The impact of cloud computing on the buy vs. build decision
I think Fred's analysis above is much more than just a historic curiosity. Exactly the same process is playing out today, with the advent of cloud computing and virtualization techniques that are turning IT infrastructure into a commodity, on the road to becoming a utility, and dramatically reducing its total cost.
As Fred says in his paper - when the hardware gets cheap, development becomes very expensive. Under these new conditions, we're all going to have to change how we evaluate off-the-shelf products compared to the alternative of developing in-house. Proper TCO measurements need to be put in place at an early stage of the decision making process.
For example, it will no longer be sufficient to choose a product based on the "best performance" or even "best reliability," because each of those factors has a direct cost associated with it. Instead, we are forced to have a better picture of the business requirements, so that we can choose the right product to meet our business needs, and it's not always going to be that the best product from a technical perspective is the right product - and the cheapest product won't be the right product either.
"The hardest single part of building a software system is deciding precisely what to build. No other part of the conceptual work is as difficult as establishing the detailed technical requirements, including all the interfaces to people, to machines, and to other software systems. No other part of the work so cripples the resulting system if done wrong. No other part is more difficult to rectify later."
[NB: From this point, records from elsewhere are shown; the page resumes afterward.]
package org.ventcase.thermo;

import java.util.ArrayList;
import java.util.List;
import java.util.Locale;
import java.util.regex.Matcher;
import java.util.regex.Pattern;

import org.ventcase.common.InvalidInputException;

/**
 * Reads a composition as a person types it: {@code "propane:0.95,n-butane:0.05"} (name, colon,
 * mole fraction; entries separated by commas), or a bare name ({@code "propane"},
 * {@code "1,3-butadiene"}) for a pure fluid. Names are looked up in the built-in
 * {@link ComponentLibrary} (name, alias, CAS number or unambiguous formula). A name may itself
 * contain commas: an entry ends at the comma that follows its fraction.
 */
public final class Compositions {

    private static final Pattern ENTRY = Pattern.compile("\\s*([^:]+?)\\s*:\\s*([^,:]*?)\\s*(?:,|$)");
    private static final String FORM = "expected 'name:fraction,name:fraction,...' (e.g. 'propane:0.95,n-butane:0.05') "
            + "or a single component name";

    private Compositions() {
    }

    /**
     * Parses with the built-in library.
     *
     * @param field     field path for messages (e.g. {@code fluid.composition} or {@code --fluid});
     *                  an entry's path is {@code field[i]}
     * @param normalize when true, any positive numbers are accepted and divided by their sum;
     *                  when false, the fractions must lie in (0, 1] and sum to 1 within 1e-6,
     *                  and a sum outside that is refused with the sum in the message
     */
    public static Composition parse(String field, String text, boolean normalize) {
        return parse(field, text, normalize, ComponentLibrary.builtIn());
    }

    /** Parses with the given library; see {@link #parse(String, String, boolean)}. */
    public static Composition parse(String field, String text, boolean normalize, ComponentLibrary library) {
        if (text == null || text.isBlank()) {
            throw InvalidInputException.missing(field, FORM);
        }
        String t = text.trim();
        if (t.indexOf(':') < 0) {
            return Composition.pure(library.get(field, t));
        }
        List<Component> comps = new ArrayList<>();
        List<Double> values = new ArrayList<>();
        Matcher m = ENTRY.matcher(t);
        int pos = 0;
        while (pos < t.length()) {
            if (!m.find(pos) || m.start() != pos || m.end() == m.start()) {
                throw InvalidInputException.invalid(field, text, FORM);
            }
            int i = comps.size();
            String entryField = field + "[" + i + "]";
            Component c = library.get(entryField, m.group(1));
            for (Component prev : comps) {
                if (prev.name().equals(c.name())) {
                    throw InvalidInputException.invalid(entryField, m.group(1), c.name() + " is listed twice");
                }
            }
            double v;
            try {
                v = Double.parseDouble(m.group(2));
            } catch (NumberFormatException e) {
                throw InvalidInputException.invalid(entryField, m.group(1) + ":" + m.group(2),
                        "expected a mole fraction after the colon, e.g. 'propane:0.95'");
            }
            if (normalize) {
                InvalidInputException.requirePositive(entryField, v, "");
            } else if (!(v > 0 && v <= 1)) {
                throw InvalidInputException.invalid(entryField, m.group(1) + ":" + m.group(2),
                        "expected a mole fraction greater than 0 and at most 1");
            }
            comps.add(c);
            values.add(v);
            pos = m.end();
        }
        double sum = 0;
        for (double v : values) {
            sum += v;
        }
        if (!Double.isFinite(sum)) {
            throw InvalidInputException.invalid(field, text, "the fractions' sum is not finite");
        }
        if (!normalize && !(Math.abs(sum - 1.0) <= Composition.SUM_TOLERANCE)) {
            throw InvalidInputException.invalid(field, text, String.format(Locale.US,
                    "the mole fractions sum to %.9g; they must sum to 1 within 1e-6 (or ask for normalisation)", sum));
        }
        double[] x = new double[values.size()];
        for (int i = 0; i < x.length; i++) {
            x[i] = values.get(i) / sum;
        }
        return new Composition(comps, x);
    }
}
It is quite surprising to see how much of the current decision-making process is not based on real business requirements. It is even more surprising to see how little we as architects and business people know about their system requirements and real application behavior.
A good example that was given in the architect meeting is the user experience. One participant in the discussion said that at one point, he was focusing on making the latency of serving his site pages as fast as possible and did a good job at that, but at the end of the day, when measured against a competing site that was performing slower, the impression of the user was that the competing site was performing better - the reason was simple, the other site was focused on user experience which led to less clicks per request and not how much time a single request is being executed.
If using off-the-shelf products can cut costs dramatically, why are there are so many product failures?
Fred provide an interesting answer to that question as well:
"Much of present-day software-acquisition procedure rests upon the assumption that one can specify a satisfactory system in advance, get bids for its construction, have it built, and install it. I think this assumption is fundamentally wrong, and that many software-acquisition problems spring from that fallacy. Hence, they cannot be fixed without fundamental revision--revision that provides for iterative development and specification of prototypes and products."
Final words
You might be thinking by now that these are all new lessons learned from the recent changes in the economy, right? – wrong. Go check when Fred Brooks' article was written.
If anything, I would strongly recommend that everyone reading this post would spend time reading Fred's article from start to finish, because I've only covered a small part of the philosophy behind his paper. I think the paper's viewpoint is extremely relevant today -- perhaps even more relevant today then it was when he originally wrote it.